* WORK ORDER *
Could you repeat all of the entries below, character for character?

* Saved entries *
---------------

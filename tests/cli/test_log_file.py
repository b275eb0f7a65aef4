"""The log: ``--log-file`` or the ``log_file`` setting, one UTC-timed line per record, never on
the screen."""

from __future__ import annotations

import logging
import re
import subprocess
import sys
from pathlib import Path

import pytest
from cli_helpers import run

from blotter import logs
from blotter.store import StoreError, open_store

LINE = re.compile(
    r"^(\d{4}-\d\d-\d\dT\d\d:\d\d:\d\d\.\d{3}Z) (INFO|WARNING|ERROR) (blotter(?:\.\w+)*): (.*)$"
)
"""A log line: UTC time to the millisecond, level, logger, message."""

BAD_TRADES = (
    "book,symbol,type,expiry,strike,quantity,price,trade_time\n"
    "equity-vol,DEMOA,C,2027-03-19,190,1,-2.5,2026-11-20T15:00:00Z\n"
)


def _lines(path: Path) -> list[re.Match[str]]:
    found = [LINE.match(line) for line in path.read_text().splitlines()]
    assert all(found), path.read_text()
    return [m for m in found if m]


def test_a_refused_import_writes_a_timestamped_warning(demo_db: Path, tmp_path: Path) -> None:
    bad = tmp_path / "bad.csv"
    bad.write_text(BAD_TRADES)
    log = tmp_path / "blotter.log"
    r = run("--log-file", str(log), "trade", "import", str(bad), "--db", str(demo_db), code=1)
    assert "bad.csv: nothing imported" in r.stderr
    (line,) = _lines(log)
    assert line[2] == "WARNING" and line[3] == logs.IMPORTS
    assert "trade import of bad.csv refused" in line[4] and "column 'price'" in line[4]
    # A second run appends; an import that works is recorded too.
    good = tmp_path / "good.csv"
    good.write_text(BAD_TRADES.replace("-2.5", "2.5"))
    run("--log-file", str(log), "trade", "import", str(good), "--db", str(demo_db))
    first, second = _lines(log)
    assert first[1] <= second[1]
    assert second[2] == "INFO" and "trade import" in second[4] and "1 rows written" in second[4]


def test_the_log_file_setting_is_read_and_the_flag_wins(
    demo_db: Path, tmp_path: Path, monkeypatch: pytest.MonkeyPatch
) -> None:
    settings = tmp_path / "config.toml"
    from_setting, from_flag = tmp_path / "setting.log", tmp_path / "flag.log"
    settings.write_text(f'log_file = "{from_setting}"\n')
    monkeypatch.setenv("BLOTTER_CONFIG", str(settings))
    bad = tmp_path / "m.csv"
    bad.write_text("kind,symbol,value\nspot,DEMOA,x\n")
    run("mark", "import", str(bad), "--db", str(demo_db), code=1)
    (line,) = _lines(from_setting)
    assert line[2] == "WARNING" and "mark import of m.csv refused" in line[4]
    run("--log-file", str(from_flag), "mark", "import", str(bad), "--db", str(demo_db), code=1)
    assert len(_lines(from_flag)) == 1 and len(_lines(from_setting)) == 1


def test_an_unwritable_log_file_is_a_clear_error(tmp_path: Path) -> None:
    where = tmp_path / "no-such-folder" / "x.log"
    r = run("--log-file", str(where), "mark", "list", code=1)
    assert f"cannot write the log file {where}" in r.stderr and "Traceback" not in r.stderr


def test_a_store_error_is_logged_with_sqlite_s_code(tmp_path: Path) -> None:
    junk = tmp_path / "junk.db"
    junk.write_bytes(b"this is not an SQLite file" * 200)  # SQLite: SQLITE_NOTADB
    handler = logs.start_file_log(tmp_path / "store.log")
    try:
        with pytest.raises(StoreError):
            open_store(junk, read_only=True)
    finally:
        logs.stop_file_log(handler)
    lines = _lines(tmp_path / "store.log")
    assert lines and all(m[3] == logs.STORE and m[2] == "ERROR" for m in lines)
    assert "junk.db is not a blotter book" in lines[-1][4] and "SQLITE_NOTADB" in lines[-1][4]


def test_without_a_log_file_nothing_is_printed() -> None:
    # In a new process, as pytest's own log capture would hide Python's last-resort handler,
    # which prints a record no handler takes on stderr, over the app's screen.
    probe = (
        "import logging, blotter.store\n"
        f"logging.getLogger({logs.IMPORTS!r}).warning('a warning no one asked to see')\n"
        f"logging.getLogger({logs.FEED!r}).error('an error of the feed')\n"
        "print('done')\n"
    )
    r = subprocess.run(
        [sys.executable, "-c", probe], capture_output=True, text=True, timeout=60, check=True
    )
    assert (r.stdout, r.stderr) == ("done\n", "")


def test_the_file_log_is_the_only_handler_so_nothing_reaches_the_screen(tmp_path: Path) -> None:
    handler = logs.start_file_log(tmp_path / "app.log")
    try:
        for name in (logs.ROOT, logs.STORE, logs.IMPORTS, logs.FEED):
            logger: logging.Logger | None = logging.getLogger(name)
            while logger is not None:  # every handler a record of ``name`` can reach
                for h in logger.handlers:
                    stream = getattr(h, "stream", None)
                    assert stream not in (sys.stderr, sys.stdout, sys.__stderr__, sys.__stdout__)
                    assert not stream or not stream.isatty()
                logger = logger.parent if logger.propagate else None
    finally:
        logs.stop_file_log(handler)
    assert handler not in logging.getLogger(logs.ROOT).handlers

---------------

* YOUR RESPONSE *
filename tests/cli/test_log_file.py
repository b275eb0f7a65aef4
"""The log: ``--log-file`` or the ``log_file`` setting, one UTC-timed line per record, never on
the screen."""

from __future__ import annotations

import logging
import re
import subprocess
import sys
from pathlib import Path

import pytest
from cli_helpers import run

from blotter import logs
from blotter.store import StoreError, open_store

LINE = re.compile(
    r"^(\d{4}-\d\d-\d\dT\d\d:\d\d:\d\d\.\d{3}Z) (INFO|WARNING|ERROR) (blotter(?:\.\w+)*): (.*)$"
)
"""A log line: UTC time to the millisecond, level, logger, message."""

BAD_TRADES = (
    "book,symbol,type,expiry,strike,quantity,price,trade_time\n"
    "equity-vol,DEMOA,C,2027-03-19,190,1,-2.5,2026-11-20T15:00:00Z\n"
)


def _lines(path: Path) -> list[re.Match[str]]:
    found = [LINE.match(line) for line in path.read_text().splitlines()]
    assert all(found), path.read_text()
    return [m for m in found if m]


def test_a_refused_import_writes_a_timestamped_warning(demo_db: Path, tmp_path: Path) -> None:
    bad = tmp_path / "bad.csv"
    bad.write_text(BAD_TRADES)
    log = tmp_path / "blotter.log"
    r = run("--log-file", str(log), "trade", "import", str(bad), "--db", str(demo_db), code=1)
    assert "bad.csv: nothing imported" in r.stderr
    (line,) = _lines(log)
    assert line[2] == "WARNING" and line[3] == logs.IMPORTS
    assert "trade import of bad.csv refused" in line[4] and "column 'price'" in line[4]
    # A second run appends; an import that works is recorded too.
    good = tmp_path / "good.csv"
    good.write_text(BAD_TRADES.replace("-2.5", "2.5"))
    run("--log-file", str(log), "trade", "import", str(good), "--db", str(demo_db))
    first, second = _lines(log)
    assert first[1] <= second[1]
    assert second[2] == "INFO" and "trade import" in second[4] and "1 rows written" in second[4]


def test_the_log_file_setting_is_read_and_the_flag_wins(
    demo_db: Path, tmp_path: Path, monkeypatch: pytest.MonkeyPatch
) -> None:
    settings = tmp_path / "config.toml"
    from_setting, from_flag = tmp_path / "setting.log", tmp_path / "flag.log"
    settings.write_text(f'log_file = "{from_setting}"\n')
    monkeypatch.setenv("BLOTTER_CONFIG", str(settings))
    bad = tmp_path / "m.csv"
    bad.write_text("kind,symbol,value\nspot,DEMOA,x\n")
    run("mark", "import", str(bad), "--db", str(demo_db), code=1)
    (line,) = _lines(from_setting)
    assert line[2] == "WARNING" and "mark import of m.csv refused" in line[4]
    run("--log-file", str(from_flag), "mark", "import", str(bad), "--db", str(demo_db), code=1)
    assert len(_lines(from_flag)) == 1 and len(_lines(from_setting)) == 1


def test_an_unwritable_log_file_is_a_clear_error(tmp_path: Path) -> None:
    where = tmp_path / "no-such-folder" / "x.log"
    r = run("--log-file", str(where), "mark", "list", code=1)
    assert f"cannot write the log file {where}" in r.stderr and "Traceback" not in r.stderr


def test_a_store_error_is_logged_with_sqlite_s_code(tmp_path: Path) -> None:
    junk = tmp_path / "junk.db"
    junk.write_bytes(b"this is not an SQLite file" * 200)  # SQLite: SQLITE_NOTADB
    handler = logs.start_file_log(tmp_path / "store.log")
    try:
        with pytest.raises(StoreError):
            open_store(junk, read_only=True)
    finally:
        logs.stop_file_log(handler)
    lines = _lines(tmp_path / "store.log")
    assert lines and all(m[3] == logs.STORE and m[2] == "ERROR" for m in lines)
    assert "junk.db is not a blotter book" in lines[-1][4] and "SQLITE_NOTADB" in lines[-1][4]


def test_without_a_log_file_nothing_is_printed() -> None:
    # In a new process, as pytest's own log capture would hide Python's last-resort handler,
    # which prints a record no handler takes on stderr, over the app's screen.
    probe = (
        "import logging, blotter.store\n"
        f"logging.getLogger({logs.IMPORTS!r}).warning('a warning no one asked to see')\n"
        f"logging.getLogger({logs.FEED!r}).error('an error of the feed')\n"
        "print('done')\n"
    )
    r = subprocess.run(
        [sys.executable, "-c", probe], capture_output=True, text=True, timeout=60, check=True
    )
    assert (r.stdout, r.stderr) == ("done\n", "")


def test_the_file_log_is_the_only_handler_so_nothing_reaches_the_screen(tmp_path: Path) -> None:
    handler = logs.start_file_log(tmp_path / "app.log")
    try:
        for name in (logs.ROOT, logs.STORE, logs.IMPORTS, logs.FEED):
            logger: logging.Logger | None = logging.getLogger(name)
            while logger is not None:  # every handler a record of ``name`` can reach
                for h in logger.handlers:
                    stream = getattr(h, "stream", None)
                    assert stream not in (sys.stderr, sys.stdout, sys.__stderr__, sys.__stdout__)
                    assert not stream or not stream.isatty()
                logger = logger.parent if logger.propagate else None
    finally:
        logs.stop_file_log(handler)
    assert handler not in logging.getLogger(logs.ROOT).handlers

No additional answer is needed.